Kasus yang kami presentasikan adalah kasus yang jarang terjadi pada rekonstruksi flap osteokutan
skapula vaskularisasi untuk defek mandibula pada pasien yang menjalani hemodialisis. Stud i klinis
lebih lanjut untuk rekonstruksi flap vaskularisasi di daerah mulut dan maksilofasial pada pasien
hemodialisis diperlukan.
Kesimpulan
Kami menyajikan 5 seri kasus dan informasi yang bermanfaat tentang manajemen sukses perioperatif
untuk bedah mulut pada pasien hemodialisis. Kami menyimpulkan hasil yang lebih baik pasca operasi
dapat dicapai jika manajemen perioperatif yang memadai khusus untuk pasien hemodialisis dilakukan.

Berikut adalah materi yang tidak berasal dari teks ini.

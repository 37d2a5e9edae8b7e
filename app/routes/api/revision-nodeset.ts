import { requireModel } from "~/auth/require-model.server";
import { exportRevision } from "~/services/export-revision.server";
import { handleApi, refuseChanges } from "~/utils/api-handler.server";
import { failWith } from "~/utils/problem-response.server";
import type { Route } from "./+types/revision-nodeset";

/** `GET /api/v1/models/{id}/revisions/{number}/nodeset`: never changes. */
export const loader = handleApi(async ({ request, params }: Route.LoaderArgs) => {
  const { model } = await requireModel(request, params.modelId, "read");
  const written = /^\d{1,9}$/.test(params.number) ? await exportRevision(model, Number(params.number)) : undefined;
  if (!written) throw failWith(404, "request.not-found");
  return new Response(written.xml, {
    headers: {
      "content-type": "application/xml; charset=utf-8",
      "content-disposition": `attachment; filename="${written.fileName}"`,
      "cache-control": "private, max-age=31536000, immutable",
    },
  });
});

export const action = refuseChanges;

Kami juga mempresentasikan rekonstruksi flap osteokutaneus skapula vaskularisasi pada pasien
hemodialisis dengan nefropati diabetik dan hiperparatiroidisme sekunder. Kami bersikeras bahwa bahkan
jika flap pertama memiliki komplikasi luka, rekonstruksi flap sekunder berhasil dan hasil yang lebih baik
secara estetis dapat dicapai dengan manajemen luka dan debridement yang ketat.
Izin
Informed consent tertulis diperoleh dari orang tua untuk publikasi laporan kasus ini da n gambar yang
menyertainya. Salinan persetujuan tertulis tersedia untuk ditinjau.